After two years of very intensive work – building a new team, forming new networks of support, developing new programs, negotiating the limits of old rules and regulations – the board that oversaw the project was finally ready to give the Synod’s new Leadership Institute a name and a logo.  It was launched at the Synod and Presbytery meeting on the 27th of March 2009.

We offered a video to honour the long history of theological education in South Australia connected to the Uniting Church and its founding denominations. Beginning with the founding of Union College in 1872 the Uniting Church and the denominations that came into union had established fourteen different institutes and colleges devoted to equipping people for ministry and leadership in South Australia. Number fifteen, Uniting College for Leadership & Theology, was to be a continuation of that tradition of innovation in service of the Gospel, not a departure from it. Craig Mitchell was the video’s Producer/Director/Camera Operator/ Recordist. You can view Craig’s video here.

It was my privilege to preach at the launch. My text came from 1 Corinthians 12:12-27 and, as is my way, I referred liberally to the Basis of Union of the UCA too. You can read my sermon here: Uniting College for Leadership and Theology launch.

The story of the formation of Uniting College for Leadership & Theology is a contested one. If you’d like to read my (rather longwinded) version of the story, you can read it here: Dutney A Remembering the Future 2018.

Steve Taylor’s Built for Change takes the story further.
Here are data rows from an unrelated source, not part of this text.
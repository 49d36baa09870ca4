import { type ChildProcess, spawn } from 'node:child_process';
import path from 'node:path';
import { databaseUrl } from './env';

const root = path.resolve(__dirname, '..', '..');

// One helper for a free loopback port, shared with the API's tests.
export { freePort } from '../../api/test/free-port';

async function healthy(url: string, timeoutMs: number): Promise<boolean> {
  const deadline = Date.now() + timeoutMs;
  while (Date.now() < deadline) {
    try {
      if ((await fetch(`${url}/api/health`)).ok) return true;
    } catch {
      // Not listening yet.
    }
    await new Promise((r) => setTimeout(r, 100));
  }
  return false;
}

/**
 * The built app (API + web) in a process of this test's own, on the test database, so the
 * test can kill it with SIGKILL mid-request and start it again on the same port.
 */
export class OwnServer {
  private child: ChildProcess | null = null;

  constructor(readonly port: number) {}

  get url(): string {
    return `http://localhost:${this.port}`;
  }

  async start(): Promise<void> {
    // The built API loads the built packages: not the test runner's source-first conditions.
    const { NODE_OPTIONS: _runnerOptions, ...inherited } = process.env;
    this.child = spawn('node', [path.join(root, 'api', 'dist', 'src', 'main.js')], {
      cwd: root,
      stdio: ['ignore', 'ignore', 'inherit'],
      env: {
        ...inherited,
        NODE_ENV: 'production',
        LOG_LEVEL: 'warn',
        PORT: String(this.port),
        DATABASE_URL: databaseUrl,
        WEB_DIST: path.join(root, 'web', 'dist'),
        // The same secret across restarts: the tablet's session outlives the process.
        JWT_SECRET: 'own-server-secret',
        LOGIN_LIMIT_PER_MINUTE: '100',
        // Sign-in attempts are counted in the shared database, across every test's server.
        LOGIN_IP_LIMIT_PER_MINUTE: '1000',
      },
    });
    if (!(await healthy(this.url, 30_000))) throw new Error('the app did not start');
  }

  /** SIGKILL: no shutdown hooks, requests in flight die with it. Resolves once it is gone. */
  kill(): Promise<void> {
    const child = this.child;
    this.child = null;
    if (!child || child.exitCode !== null) return Promise.resolve();
    return new Promise((resolve) => {
      child.once('exit', () => resolve());
      child.kill('SIGKILL');
    });
  }
}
And so we’re looking forward again. The team has taken a new strategic plan to the board that will soon be part of our public profile. We’re excited about it. A new Certificate IV in Theology and Ministry has been developed in collaboration with key stakeholders and is already proving to be fit-for-purpose in the missional way we’d hoped it could be. Stakeholders are being contacted and focus groups activated to inform the revision and re-accreditation of the degree programs that we teach.

We take nothing for granted. We understand that the church is dealing with new challenges, has other issues with its colleges, and that the priorities of 2019 are not the same as those of 2009. But we’ve learned that stepping up to these challenges, issues and priorities is necessary if theological education is to be part of what God is doing in the Body of Christ and in the world.